Порошин прервал Трубочиста:
— Вы, наверно, полагаете, что попали в заключение безвинно?
— Да, меня арестовали без достаточных оснований. Но мы с вами беседуем, по-моему, о том, как солдаты стреляли в призрак царицы... По-вашему, что это такое было?
— Мог быть массовый психоз, коллективная галлюцинация. Не противоречит материализму и положение о том, что душа человека может иметь энергетическое выражение в виде фантома. Лично я допускаю такое. Но об этом поговорим как-нибудь в другой раз. Вы меня заинтересовали, Илья Ильич. А в данный момент ответьте, пожалуйста, на такой вопрос: если бы гражданка Меркульева вернулась в оболочку свою, в тело, мы бы увидели ее сегодня живой?
— О, разумеется! — рокотнул Трубочист.
Порошин не успокоился:
— А если бы в морге произошло вскрытие трупа патологоанатомом? Могла бы тогда гражданка Меркульева вернуться в свою оболочку, воскреснуть?
— Нет, исключено!
— Благодарю за консультацию, Илья Ильич. Будем считать нашу беседу законченной. До свидания! — встал Порошин, беря телефонную трубку.
Гейнеман показал Трубочисту на дверь, за которой стоял охранник:
— Иди, Илья, тебя проводят. Вечером приглашу, поиграем в шахматы. Порошин дозвонился до горотдела, но слышимость была плохая, он кричал в телефонную трубку:
— Матафонов? Допроси еще раз патологоанатома и сторожа морга. Было ли вскрытие трупа? Может, они нам голову морочат?
Гейнеман достал из шкафа хрустальный графинчик с водкой, стаканы. Начал резать на газете копченую колбасу.
— Не надо, Миша, — сглотнул слюну Порошин. — Мне же снова на работу, запах будет.
— Да мы понемножку, символически, — разлил водку по стаканам Гейнеман.
— А где колбасу достаешь, Миша? Из посылок заключенных?
— Такая колбаса в рот не полезет, Аркаша. Я пока еще не опустился до этого. Купил вот на вашем хапужном аукционе конфискованную библиотеку и — теперь жалею, стыдно. Вернул хозяину, а совесть болит: замарался! Такая грязь не отмывается.
— Стоит ли думать о таких пустяках, Миша?
— Мы преступники, Аркаша. Через мой лагерь прошло только за два года по 58-й статье тридцать две тысячи душ. Живыми отсюда не выходят. Мы даем им в сутки всего по сто грамм хлеба. Они дохнут с голоду сотнями, тысячами. У меня не колония, а гигантская машина по интенсивному уничтожению людей.
— Не людей, а врагов народа! — выпил водку Порошин.
— Каких врагов, Аркаша? Ненавистниками, врагами советской власти они становятся здесь — в тюрьмах, в концлагерях. Да и то — единицы. Остальные сломлены, нет у них ничего, кроме тоски смертельной и отчаянья. В страшное время живем. Господствует страх, личность раздавлена.

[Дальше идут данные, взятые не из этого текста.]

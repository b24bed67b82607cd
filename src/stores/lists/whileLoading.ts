import type { Ref } from 'vue'

/**
 * Runs `work` with `flag` raised, for a spinner or a disabled button, and lowers it however the
 * work ends; what the work returns or throws passes through.
 * @param flag the store's loading or busy flag
 * @param work the API calls to wait for
 */
export async function whileLoading<T>(flag: Ref<boolean>, work: () => Promise<T>): Promise<T> {
  flag.value = true
  try {
    return await work()
  } finally {
    flag.value = false
  }
}
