// testSummary is an invented run, made to exercise the page: flagged and
// clean lines, ids in several scripts and one hostile id, a line without
// k, a fit with a significant constant, warnings that need escaping. The
// numbers are not the result of any reduction.
func testSummary() *Summary {
	k := func(x float64) *float64 { return &x }
	return &Summary{
		Tool:        "geored",
		Version:     "0.4.0-test",
		ProjVersion: "9.1.1",
		Settings: Settings{
			CRS:            "EPSG:25832",
			CRSName:        "ETRS89 / UTM zone 32N",
			Datum:          "European Terrestrial Reference System 1989",
			Ellipsoid:      "GRS 1980, a = 6378137 m, 1/f = 298.257222101",
			ReductionDatum: "ellipsoid",
			LengthUnit:     "m",
			AngleUnit:      "gon",
			Geoid:          "constant N = 47.300 m",
			RefractionK:    0.13,
			CriticalValue:  3.29,
			Tolerance:      "5 mm + 5 ppm linear, 95 %",
			DefaultAtmos:   "15 °C, 1013.25 hPa, 60 %",
			Instruments: []InstrumentSettings{{
				Name:                  "TS-A <north crew>",
				WavelengthUM:          0.658,
				ReferenceRefractivity: 286.34,
				AdditiveConstantMM:    0.4,
				ScalePPM:              1.2,
				PrismConstantMM:       -30,
				AppliedPPM:            0,
				AppliedPrismMM:        -30,
				RowPrismConstant:      "target",
				Spec:                  "1 mm + 1.5 ppm, RSS, 1σ",
			}},
			Strict: false,
		},
		Inputs: []InputFile{
			{Role: "points", Path: "control/Brücke & Ufer.csv", SHA256: strings.Repeat("3f", 32), Rows: 6},
			{Role: "observations", Path: "day1/obs.csv", SHA256: strings.Repeat("a0", 32), Rows: 14},
		},
		InputHash: strings.Repeat("5c", 32),
		Counts:    Counts{Read: 14, Reduced: 13, Rejected: 1, Flagged: 3, Lines: 5, FlaggedLines: 2},
		Residuals: ResidualStats{
			Ellipsoid:          Stats{N: 13, MeanMM: 2.14, RMSMM: 4.87, StdDevMM: 4.55, MedianMM: 1.3, RobustSigmaMM: 1.61, MinMM: -3.06, MaxMM: 14.95, MeanPPM: 2.481, MaxAbsW: 5.12},
			Grid:               Stats{N: 13, MeanMM: 2.2, RMSMM: 4.9, StdDevMM: 4.6, MedianMM: 1.36, RobustSigmaMM: 1.63, MinMM: -2.97, MaxMM: 15.02, MeanPPM: 2.517, MaxAbsW: 5.14},
			EllipsoidUnflagged: Stats{N: 10, MeanMM: 0.41, RMSMM: 1.52, StdDevMM: 1.54, MedianMM: 0.62, RobustSigmaMM: 1.48, MinMM: -3.06, MaxMM: 3.3, MeanPPM: 0.73, MaxAbsW: 1.95},
			GridUnflagged:      Stats{N: 10, MeanMM: 0.43, RMSMM: 1.55, StdDevMM: 1.57, MedianMM: 0.64, RobustSigmaMM: 1.5, MinMM: -2.97, MaxMM: 3.31, MeanPPM: 0.75, MaxAbsW: 1.96},
		},
		FlaggedObservations: []FlaggedObservation{
			{File: "day1/obs.csv", Line: 5, From: "Brücke-Nord", To: "東塔", Instrument: "TS-A <north crew>", Geodesic: 642.10558,
				ResidualMM: 7.95, ResidualPPM: 12.38, SigmaMM: 1.9, W: 4.18, Flags: []string{FlagOutlier, FlagHeight}, HeightChecked: true, HeightDifference: 0.498, HeightSigma: 0.012, HeightW: 41.5},
			{File: "day1/obs.csv", Line: 12, ObsID: "A-17", From: "P3", To: hostileID, Instrument: "TS-A <north crew>", Geodesic: 1208.43317,
				ResidualMM: 15.01, ResidualPPM: 12.42, SigmaMM: 2.93, W: 5.12, Flags: []string{FlagOutlier, FlagTolerance},
				HeightChecked: true, HeightDifference: -0.0042, HeightSigma: 0.011, HeightW: -0.38},
			{File: "day1/obs.csv", Line: 13, ObsID: "A-18", From: hostileID, To: "P3", Instrument: "TS-A <north crew>", Geodesic: 1208.43317,
				ResidualMM: 14.89, ResidualPPM: 12.32, SigmaMM: 2.93, W: 5.08, Flags: []string{FlagOutlier, FlagTolerance}},
		},
		Fit: &Fit{
			N: 13, LinesLeftOut: 1, LinesRejected: 1, ObservationsLeftOut: 2,
			ConstantMM: 1.84, ConstantSigma: 0.52, ScalePPM: 0.71, ScaleSigma: 0.9,
			VarianceFactor: 1.37, Evidence: EvidenceEnough, ShortestM: 88.5091, LongestM: 1208.43317, MaxLeverage: 0.41,
			Critical: 4.5, ConstantSignificant: true, ScaleSignificant: false,
		},
		Lines: []Line{
			{From: "P3", To: hostileID, Count: 2, Reciprocal: false, Geodesic: 1208.43317, Grid: 1208.0452,
				MeanArc: 1208.44812, SpreadMM: 0.6, StdDevMM: 0.42, ResidualMM: 14.95, ResidualPPM: 12.372,
				SigmaMM: 2.92, MaxAbsW: 5.12, Flags: []string{"outlier", "tolerance"},
				FlaggedObservations: 2, FlaggedAt: []string{"day1/obs.csv:12", "day1/obs.csv:13"}},
			{From: "Brücke-Nord", To: "東塔", Count: 4, Reciprocal: true, Geodesic: 642.10558, Grid: 641.89981,
				MeanArc: 642.1087, SpreadMM: 9.84, StdDevMM: 4.31, ResidualMM: 3.12, ResidualPPM: 4.859,
				SigmaMM: 1.6, MaxAbsW: 1.95, K: k(0.1318), Flags: []string{"spread", "height"},
				FlaggedObservations: 1, UnflaggedResidualMM: 1.51, FlaggedAt: []string{"day1/obs.csv:5"}},
			{From: "P1", To: "P2", Count: 3, Reciprocal: true, Geodesic: 412.00041, Grid: 411.86843,
				MeanArc: 412.00112, SpreadMM: 1.1, StdDevMM: 0.55, ResidualMM: 0.71, ResidualPPM: 1.723,
				SigmaMM: 1.21, MaxAbsW: 0.6, K: k(0.1402), UnflaggedResidualMM: 0.71},
			{From: "P2", To: "P3", Count: 2, Reciprocal: false, Geodesic: 955.2718, Grid: 954.96564,
				MeanArc: 955.27027, SpreadMM: 0.4, StdDevMM: 0.28, ResidualMM: -1.53, ResidualPPM: -1.602,
				SigmaMM: 1.44, MaxAbsW: 1.07, UnflaggedResidualMM: -1.53},
			{From: "Ω-7", To: "P1", Count: 2, Reciprocal: true, Geodesic: 88.5091, Grid: 88.48069,
				MeanArc: 88.50906, SpreadMM: 0.2, StdDevMM: 0.14, ResidualMM: -0.04, ResidualPPM: -0.452,
				SigmaMM: 1.01, MaxAbsW: 0.03, K: k(-0.4), UnflaggedResidualMM: -0.04},
		},
		Warnings:     []string{`obs.csv: unknown column "remark" & ignored`, "obs.csv:9: rejected, unknown point <Q9>"},
		FirstRejects: []Reject{{File: "day1/obs.csv", Line: 9, Row: `8,P2,<Q9>,412.0071,100.1020,1.55,1.6,,,`, Reason: "day1/obs.csv:9: target \"<Q9>\" is not in the points file"}},
		Testing: Testing{Scope: ScopeObservation, Critical: 3.29, AlphaPerObservation: 0.001, Outliers: 2, ExpectedByChance: 0.013,
			Global: &GlobalTest{N: 13, VarianceFactor: 4.21, Alpha: 0.05, Lower: 0.385, Upper: 1.897, Outcome: "too large", UnflaggedN: 10, UnflaggedVarianceFactor: 0.93}},
		ExitStatus: 1,
		Verdict:    "needs a look: some rows or results need attention",
		Reasons:    []string{"1 of 14 rows rejected (rejects.csv)", "3 of 13 reduced observations flagged"},
		Caution:    Caution,
	}
}

// render writes s with WriteHTML and returns the page.
func render(t *testing.T, s *Summary) string {
	t.Helper()
	var b bytes.Buffer
	require.NoError(t, WriteHTML(&b, s))
	return b.String()
}

func TestWriteHTMLGolden(t *testing.T) {
	got := render(t, testSummary())
	golden := filepath.Join("testdata", "report.golden.html")
	if *update {
		require.NoError(t, os.MkdirAll("testdata", 0o755))
		require.NoError(t, os.WriteFile(golden, []byte(got), 0o644))
	}
	want, err := os.ReadFile(golden)
	require.NoError(t, err, "run go test ./io/report -run TestWriteHTMLGolden -update to create it")
	assert.Equal(t, string(want), got, "report.html differs from %s; review the change and refresh with -update", golden)
}

func TestWriteHTMLDeterministic(t *testing.T) {
	first := render(t, testSummary())
	for i := range 3 {
		assert.Equal(t, first, render(t, testSummary()), "render %d of the same summary", i+2)
	}
}

func TestWriteHTMLEscapesIDs(t *testing.T) {
	page := render(t, testSummary())
	assert.NotContains(t, page, "<script", "a point id became markup")
	assert.NotContains(t, page, "<Q9>", "a warning became markup")
	assert.NotContains(t, page, "<north crew>", "an instrument name became markup")
	assert.Contains(t, page, "&lt;script&gt;alert(1)&lt;/script&gt;", "the id is shown, escaped")

	// Parsed as a browser would, the cells hold the ids as written.
	rows := tableRows(t, page, "lines-table")
	require.Len(t, rows, 5, "one row per line")
	assert.Equal(t, []string{"P3", hostileID}, rows[0][:2])
	assert.Equal(t, []string{"Brücke-Nord", "東塔"}, rows[1][:2])
	obs := tableRows(t, page, "flagged-observations")
	require.Len(t, obs, 3, "one row per flagged observation")
	assert.Equal(t, "P3 → "+hostileID, obs[1][5])
	rejects := tableRows(t, page, "rejected-rows")
	require.Len(t, rejects, 1)
	assert.Equal(t, `8,P2,<Q9>,412.0071,100.1020,1.55,1.6,,,`, rejects[0][2], "the row as written")
}

func TestWriteHTMLNoNetworkReferences(t *testing.T) {
	page := render(t, testSummary())
	for _, ref := range []string{"http://", "https://", "//", "url(", "@import", "src=", "href=", "<script", "<link", "<iframe", "<object", "<img"} {
		assert.NotContains(t, page, ref, "the page must load nothing: found %q", ref)
	}
}

func TestWriteHTMLCaution(t *testing.T) {
	s := testSummary()
	page := render(t, s)
	assert.Equal(t, 2, strings.Count(page, Caution), "caution at top and bottom")
	first, last := strings.Index(page, Caution), strings.LastIndex(page, Caution)
	assert.Less(t, first, strings.Index(page, `id="verdict"`), "caution before the verdict")
	assert.Greater(t, last, strings.Index(page, `id="inputs"`), "caution after the job's inputs")

	s.Caution = ""
	assert.Equal(t, 2, strings.Count(render(t, s), Caution), "a summary without a caution still gets the package's")
}

// What needs action comes first: the verdict, the flagged observations,
// the rejected rows and the lines; then the plot, the statistics, the fit
// and the warnings; the settings, instruments, inputs and hashes last.
func TestWriteHTMLSectionOrder(t *testing.T) {
	page := render(t, testSummary())
	marks := []string{
		"ETRS89 / UTM zone 32N", Caution, `id="verdict"`, "Exit status 1", `id="flagged-observations"`,
		`id="rejected-rows"`, `id="lines-table"`, `<svg viewBox`, `id="statistics-table"`,
		`id="fit-table"`, `id="warnings"`, `id="job"`, "Input hash", `id="instruments"`, `id="inputs"`,
		strings.Repeat("3f", 32), "</footer>",
	}
	at := -1
	for _, m := range marks {
		i := strings.Index(page[at+1:], m)
		require.GreaterOrEqual(t, i, 0, "%q missing after the previous mark", m)
		at += 1 + i
	}
}

func TestWriteHTMLContent(t *testing.T) {
	s := testSummary()
	page := render(t, s)
	for _, want := range []string{
		"14 observations read: 13 reduced, 1 rejected.",
		"3 reduced observations flagged, on 2 of 5 lines.",
		"Exit status 1: needs a look",
		"<li>3 of 13 reduced observations flagged</li>",
		"Σw²/n = 4.210, bounds 0.385 to 1.897 at α 0.05: <strong>too large</strong>; 0.930 without the flagged observations.",
		"chance alone would give about 0.0",
		`<td class="text">day1/<wbr>obs.csv:9</td><td class="text">target &#34;&lt;Q9&gt;&#34; is not in the points file</td>`,
		"Variance factor s₀² = 1.37 from 13 lines, 89 m to 1208 m; largest leverage 0.41. Left out of the fit: 2 flagged observation(s) from the means of lines whose observations disagree; 1 line(s) whose observations disagree and are all flagged; 1 line(s) removed by the fit&#39;s own test.",
		"differs from zero at the critical value 4.50 (Student&#39;s t with 11 degrees of freedom",
		"suggests a wrong prism constant",
		"no sign of a wrong ppm or atmosphere setting",
		"Brücke &amp; Ufer.csv",
		strings.Repeat("3f", 32),
		"0.4.0-test, PROJ 9.1.1",
		"Error bars are ±2σ",
		"<dt>spread</dt><dd>the observations of the line disagree",
		"distances in metres, residuals in mm and ppm",
		"disagrees: the booked target height is 0.498 m above the one the zenith angle implies (σ 0.012 m, w 41.50)",
		"agrees: the booked target height is 0.004 m below the one the zenith angle implies (σ 0.011 m, w -0.38)",
		"not checked: the zenith angle gave the target&#39;s height",
	} {
		assert.Contains(t, page, want)
	}
	assert.NotContains(t, page, "counts do not add up")

	all := tableRows(t, page, "lines-table")
	require.Len(t, all, len(s.Lines))
	// Columns: from, to, flags, count, flagged observations, both ways,
	// geodesic, grid, mean residual, without the flagged, ppm, σ,
	// max |w|, spread, k.
	assert.Equal(t, []string{"Ω-7", "P1", "", "2", "none", "yes", "88.5091", "88.4807", "0.0", "0.0", "-0.45", "1.0", "0.03", "0.2", "-0.400"}, all[4])
	assert.Equal(t, "–", all[3][14], "no k without reciprocal zenith angles")
	assert.Equal(t, []string{"outlier, tolerance", "2", "day1/obs.csv:12, day1/obs.csv:13"}, all[0][2:5], "a line's flagged observations")
	assert.Equal(t, "–", all[0][9], "no mean without the flagged where all are flagged")
	assert.Equal(t, []string{"3.1", "1.5"}, all[1][8:10], "the mean with and without the flagged observation")

	obs := tableRows(t, page, "flagged-observations")
	require.Len(t, obs, 3)
	// Columns: #, |w|, residual, ppm, σ, line, geodesic, file:line, obs
	// id, flagged by, height check.
	assert.Equal(t, []string{"2", "5.12", "15.0", "12.42", "2.9", "P3 → " + hostileID, "1208.4332", "day1/obs.csv:12", "A-17", "outlier, tolerance"}, obs[1][:10])

	stats := tableRows(t, page, "statistics-table")
	require.Len(t, stats, 4)
	// Columns: what, n, median, robust σ, mean, RMS, std. dev., min, max,
	// mean ppm, max |w|.
	assert.Equal(t, []string{"ellipsoid, every observation", "13", "1.3", "1.6", "2.1", "4.9", "4.5", "-3.1", "14.9", "2.48", "5.12"}, stats[0])
	assert.Equal(t, []string{"ellipsoid, without the flagged", "10", "0.6", "1.5", "0.4", "1.5", "1.5", "-3.1", "3.3", "0.73", "1.95"}, stats[1])

	s.Counts.Read = 15
	assert.Contains(t, render(t, s), "These counts do not add up")
}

— Не согласен! — возразил Порошин. — Время революции окрыляет личность. Я оптимист, хотя и сам полгода гнил в бутырской одиночке. Но ведь ошибку исправил. Надеюсь, что и отца отпустят, если не виноват. А классовая борьба обостряется. Врагов, Миша, надо уничтожать безжалостно. Сталин правильную линию проводит. Не для лозунга говорю, от сердца. Если мы их не сломим, они нас сомнут!